# Dog afraid of sewers?



## MochiBear (Mar 17, 2013)

Hey everybody, I have an almost 5 month old Shiba Inu. We had some trouble getting him to walk on the leash at first, (ie he would not walk) but we got over that with a lot of persistence and treats. Anyways, lately in the last week, he's been doing this really weird thing when we go on walks where he will come to a dead stop when even 20 feet away from one of many sewer grates in our neighborhood and will start to go the complete opposite direction. You literally have to drag him to get him to go near one. This morning he was evening shaking. He will walk anywhere, in the grass, on mulched flower beds, etc. to avoid walking on the pavement and getting near one of these things. Has anyone ever encountered anything like this before??


----------



## Crantastic (Feb 3, 2010)

No, but my dogs won't walk on grates in the street, and will hop over -- they don't like the way it feels on their feet.
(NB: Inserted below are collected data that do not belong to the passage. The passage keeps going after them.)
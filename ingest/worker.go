package ingest

import (
	"errors"
	"fmt"
	"time"

	"github.com/nats-io/nats.go"

	"driftfit/alert"
	"driftfit/rolling"
	"driftfit/store"
)

// job is one message for one sensor, within a workBatch.
type job struct {
	ref  *sensorRef
	data []byte // the payload, owned by the job
	seq  uint64 // stream sequence; 0 in direct mode
	// counted: the job is in ref.inflight (the sensor was not yet made)
	counted bool
}

// workBatch is one hand-off from the dispatcher to a worker: jobs to
// apply, or a commit token.
type workBatch struct {
	jobs    []job
	token   *commitToken
	restart *restartJob
}

// worker owns a share of the sensors: it alone touches their state.
type worker struct {
	s     *Service
	idx   int
	in    chan *workBatch
	free  chan *workBatch   // emptied batches back to the dispatcher
	pool  chan *store.Batch // two store batches: one filling, one committing
	touch []*sensorRef      // sensors changed since the last commit token
	hist  []histEntry       // pane-close solutions since the last token
	dec   Decoder
	rs    []rolling.Reading // the accepted readings of one message
	warm  uint64            // keeps Sensor.Warm's loads

	groups map[string]*peerGroup // the peer groups routed here
	taken  [][]func(error)       // answers of the sensors in the snapshot being made

	saved uint64 // readings applied and snapshotted, ever; read at commit tokens

	dq workerQuality // detectors' clock, judgements (detect.go)

	cals map[string]*calLog // calibration records of the sensors asked about (calrecord.go)
}

type histEntry struct {
	ref *sensorRef
	sol rolling.Solution
}

func newWorker(s *Service, idx int) *worker {
	w := &worker{
		s:      s,
		idx:    idx,
		in:     make(chan *workBatch, workQueueLen),
		free:   make(chan *workBatch, workQueueLen+2),
		pool:   make(chan *store.Batch, 2),
		dec:    Decoder{MaxBytes: s.o.MaxPayload},
		groups: map[string]*peerGroup{},
	}
	w.pool <- new(store.Batch)
	w.pool <- new(store.Batch)
	return w
}

// getBatch returns an empty hand-off, reusing one the worker finished.
func (w *worker) getBatch() *workBatch {
	select {
	case b := <-w.free:
		return b
	default:
		return &workBatch{}
	}
}

func (w *worker) run() {
	for b := range w.in {
		if b.token != nil {
			w.snapshot(b.token)
			continue
		}
		if b.restart != nil {
			w.restart(b.restart)
			continue
		}
		for i := range b.jobs {
			if s := b.jobs[i].ref.st.sensor; s != nil {
				w.warm += s.Warm()
			}
		}
		limit := w.s.o.Now().Add(w.s.o.FutureSkew).UnixNano()
		for i := range b.jobs {
			w.apply(&b.jobs[i], limit)
			if b.jobs[i].counted {
				b.jobs[i].ref.inflight.Add(-1)
			}
		}
		clear(b.jobs) // drop the refs and payloads
		b.jobs = b.jobs[:0]
		select {
		case w.free <- b:
		default:
		}
	}
}

// apply decodes and validates one message and folds its readings into
// the sensor; readings later than limit (Unix ns) are refused as future.
// Refused input goes to the dead letters; the rest is kept.
func (w *worker) apply(j *job, limit int64) {
	ref := j.ref
	if j.seq != 0 && j.seq <= ref.st.savedSeq {
		return // held by the sensor's stored state, which a commit wrote ahead of the position
	}
	p, err := w.dec.Decode(j.data)
	if err != nil {
		reason := ReasonMalformed
		var pe *PayloadError
		if errors.As(err, &pe) {
			reason = pe.Reason
		}
		w.s.deadLetter(w.s.prefix+ref.id, j.data, reason, err, nil)
		return
	}
	if p.Sensor != nil && string(p.Sensor) != ref.id {
		w.s.deadLetter(w.s.prefix+ref.id, j.data, ReasonMalformed, fmt.Errorf("payload sensor %q differs from subject sensor %q", p.Sensor, ref.id), nil)
		return
	}
	rejects := p.Rejects
	rs := w.rs[:0]
	for i := range p.Readings {
		d := &p.Readings[i]
		switch {
		case d.UnixNano > limit:
			rejects = append(rejects, Reject{Index: payloadIndex(p, i), Field: "t", Value: time.Unix(0, d.UnixNano).UTC().Format(time.RFC3339Nano),
				Reason: ReasonFutureTime, Err: fmt.Errorf("time more than %v ahead of now", w.s.o.FutureSkew)})
			continue
		case d.Unit != nil && ref.unit != "" && string(d.Unit) != ref.unit:
			rejects = append(rejects, Reject{Index: payloadIndex(p, i), Field: "unit", Value: string(d.Unit),
				Reason: ReasonUnitMismatch, Err: fmt.Errorf("sensor %s is configured in %s", ref.id, ref.unit)})
			continue
		}
		v := d.Value
		if d.HasRef {
			v -= d.Ref
		}
		rs = append(rs, rolling.Reading{UnixNano: d.UnixNano, Value: v})
	}
	w.rs = rs
	if len(rs) > 0 && ref.st.sensor == nil {
		sensor, err := rolling.NewSensor(ref.st.windows...)
		if err != nil {
			w.s.deadLetter(w.s.prefix+ref.id, j.data, ReasonMalformed, fmt.Errorf("sensor %q windows: %w", ref.id, err), nil)
			return
		}
		if err := w.s.admitSensor(ref); err != nil {
			w.s.deadLetter(w.s.prefix+ref.id, j.data, ReasonTooManySensors, err, nil)
			return
		}
		ref.st.sensor = sensor
	}
	if len(rs) > 0 && !ref.st.joined {
		ref.st.joined = true
		if ref.group != "" {
			w.join(ref, ref.group, specsOf(ref.st.sensor))
		}
	}
	if len(rs) > 0 {
		w.fold(ref, rs, j.seq)
	}
	if len(rejects) > 0 {
		w.s.deadLetter(w.s.prefix+ref.id, j.data, rejects[0].Reason, rejects[0].Err, rejects)
	}
}

// payloadIndex returns the payload position of accepted reading i: the
// decoder lists accepted readings in order, skipping the refused ones.
func payloadIndex(p Payload, i int) int {
	idx := i
	for _, r := range p.Rejects {
		if r.Index <= idx {
			idx++
		}
	}
	return idx
}

// mark lists the sensor for the next snapshot.
func (w *worker) mark(ref *sensorRef) {
	if !ref.st.touched {
		ref.st.touched = true
		w.touch = append(w.touch, ref)
	}
}

// fold adds accepted readings of the message seq to the sensor.
func (w *worker) fold(ref *sensorRef, rs []rolling.Reading, seq uint64) {
	st := ref.st
	w.mark(ref)
	if seq != 0 {
		if st.firstSeq == 0 {
			st.firstSeq = seq
		}
		st.lastSeq = seq
	}
	var ok uint64
	det := w.detectors(ref)
	taken := w.dq.ok[:0]
	for _, r := range rs {
		if st.since != 0 && r.UnixNano < st.since { // since 0: never restarted
			w.reject(ref, r, errBeforeRestart)
			continue
		}
		if err := w.s.admit(st, r.UnixNano); err != nil {
			w.reject(ref, r, err)
			continue
		}
		if det != nil && w.screen(ref, det, r) {
			continue // a spike: kept out of the fits
		}
		if mask := st.sensor.Closes(r.UnixNano); mask != 0 {
			w.closePanes(ref, mask)
		}
		if err := st.sensor.Add(r); err != nil {
			w.reject(ref, r, err)
			continue
		}
		ok++
		taken = append(taken, r)
		if det != nil {
			w.observed(ref, det, r)
		}
	}
	w.dq.ok = taken
	st.unsaved += ok
	w.s.applied.Add(ok)
	if m := w.s.o.Metrics; m != nil {
		m.Applied.Add(float64(ok))
	}
	w.folded(ref, taken)
	if f := w.s.o.OnApplied; f != nil {
		f(ref.id, rs)
	}
}

// specsOf returns the window specs of s.
func specsOf(s *rolling.Sensor) []rolling.WindowSpec {
	specs := make([]rolling.WindowSpec, s.Windows())
	for i := range specs {
		specs[i] = s.Spec(i)
	}
	return specs
}

// restartJob empties a sensor's windows, after applying a calibration
// to its alert trackers when cal is set; see Service.Restart and
// Service.Calibrate. With amend set it voids or corrects a calibration
// instead (cal holding the correction). done, if set, learns the
// outcome: an error at once, or that of the commit storing it; out, if
// set, is given the calibration record before done is queued.
type restartJob struct {
	ref   *sensorRef
	from  int64
	cal   *alert.Calibration
	amend *amendment
	at    time.Time // when the request came (the record's time)
	out   *CalibrationRecord
	done  func(error)
}

// amendment names the calibration a void (void) or a correction
// (correct) applies to, one of them non-zero.
type amendment struct {
	void, correct uint64
	reason        string
	at            time.Time
}

// errBeforeRestart is the cause of a reading refused because it is older
// than the sensor's last restart.
var errBeforeRestart = errors.New("ingest: reading older than the sensor's last calibration")

func (w *worker) restart(j *restartJob) {
	done := j.done
	if done == nil {
		done = func(error) {}
	}
	switch {
	case j.amend != nil && j.amend.void != 0:
		w.void(j, done)
		return
	case j.amend != nil:
		w.correct(j, done)
		return
	}
	fresh, err := w.freshSensor(j.ref)
	if err != nil {
		done(err)
		return
	}
	if j.cal != nil {
		l, err := w.calLog(j.ref)
		if err != nil {
			done(err)
			return
		}
		undo, closed, err := w.calibrate(j.ref, *j.cal)
		if err != nil {
			done(err)
			return
		}
		undo.Cutoff, undo.Set = j.ref.st.since, j.from
		rec := w.recordCalibration(j.ref, l, *j.cal, j.at, undo, closed)
		if j.out != nil {
			*j.out = rec
		}
		w.s.log.Info().Str("sensor", j.ref.id).Uint64("calibration", rec.Seq).Float64("as_found", j.cal.AsFound).Float64("as_left", j.cal.AsLeft).
			Time("at", j.cal.Time).Bool("alert_rule", j.ref.st.alerts.entry[0] != nil).Msg("calibration recorded")
	}
	w.settled(j.ref, done)
	w.restartFits(j.ref, fresh, j.from)
}

// freshSensor returns empty windows of the sensor's specs.
func (w *worker) freshSensor(ref *sensorRef) (*rolling.Sensor, error) {
	specs := ref.st.windows
	if ref.st.sensor != nil {
		specs = specsOf(ref.st.sensor)
	}
	fresh, err := rolling.NewSensor(specs...)
	if err != nil {
		w.s.log.Warn().Str("sensor", ref.id).Err(err).Msg("fits not restarted: windows refused")
		return nil, fmt.Errorf("sensor %s: windows: %w", ref.id, err)
	}
	return fresh, nil
}

// restartFits puts fresh in place of the sensor's windows and refuses
// readings older than from (Unix ns) from now on; the next commit
// deletes the stored panes and stores the cutoff.
func (w *worker) restartFits(ref *sensorRef, fresh *rolling.Sensor, from int64) {
	st := ref.st
	if st.sensor == nil {
		w.s.sensorMade(ref)
	}
	st.sensor, st.since, st.dropped = fresh, from, true
	st.dedup = Dedup{} // the fresh sensor holds none of the readings seen
	w.mark(ref)
	w.s.log.Info().Str("sensor", ref.id).Time("from", time.Unix(0, from)).Msg("fits restarted")
}

// closePanes records the fit of every window whose newest pane the next
// reading will close.
func (w *worker) closePanes(ref *sensorRef, mask uint64) {
	for i := range ref.st.sensor.Windows() {
		if mask&(1<<uint(i)) == 0 {
			continue
		}
		w.hist = append(w.hist, histEntry{ref: ref, sol: ref.st.sensor.Solve(i)})
		sol := &w.hist[len(w.hist)-1].sol
		if f := w.s.o.OnPaneClose; f != nil {
			f(ref.id, i, sol)
		}
		if !ref.st.comparing() { // else judged on its deviation from the group
			if sol.Parabola.Pairs < rolling.MinPairs {
				// Too few readings to estimate their serial correlation:
				// judge with the estimate of a longer window.
				j := ref.st.sensor.SolveJudged(i)
				w.judge(ref, false, &j)
			} else {
				w.judge(ref, false, sol)
			}
		}
		if det := ref.st.alerts.det; det != nil {
			w.paneClosed(ref, det, i, sol)
		}
	}
	if det := ref.st.alerts.det; det != nil && det.rebaseFrom != 0 {
		w.rebaseline(ref, det)
	}
}

// reject dead-letters one reading the sensor refused.
func (w *worker) reject(ref *sensorRef, r rolling.Reading, err error) {
	reason := foldReason(err)
	msg := nats.NewMsg(w.s.o.RejectedSubject)
	msg.Data = AppendReading(nil, Decoded{Reading: r})
	msg.Header.Set(HeaderReason, reason.String())
	msg.Header.Set(HeaderError, err.Error())
	msg.Header.Set(HeaderSubject, w.s.prefix+ref.id)
	w.s.rejected.Add(1)
	if m := w.s.o.Metrics; m != nil {
		m.Rejected.WithLabelValues(reason.String()).Inc()
	}
	w.s.badLog.Warn().Str("sensor", ref.id).Str("reason", reason.String()).Int64("t", r.UnixNano).Err(err).Msg("reading rejected")
	if perr := w.s.o.Conn.PublishMsg(msg); perr != nil {
		w.s.badLog.Error().Err(perr).Str("subject", msg.Subject).Msg("dead letter not published")
	}
}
Your dog could also dislike the smell of the sewer! Have you tried just standing near one at the right distance so he's not actually afraid and shaking? Will he eventually approach on his own? If you can treat him for being near a grate and not reacting fearfully, that's a good first step. Don't drag him up to it, but associate the grate with good things (yummy treats) in his head. 

Your puppy also could be coming into the second fear stage, where seemingly random things will scare him. Be careful during this time not to create any lasting bad associations!


----------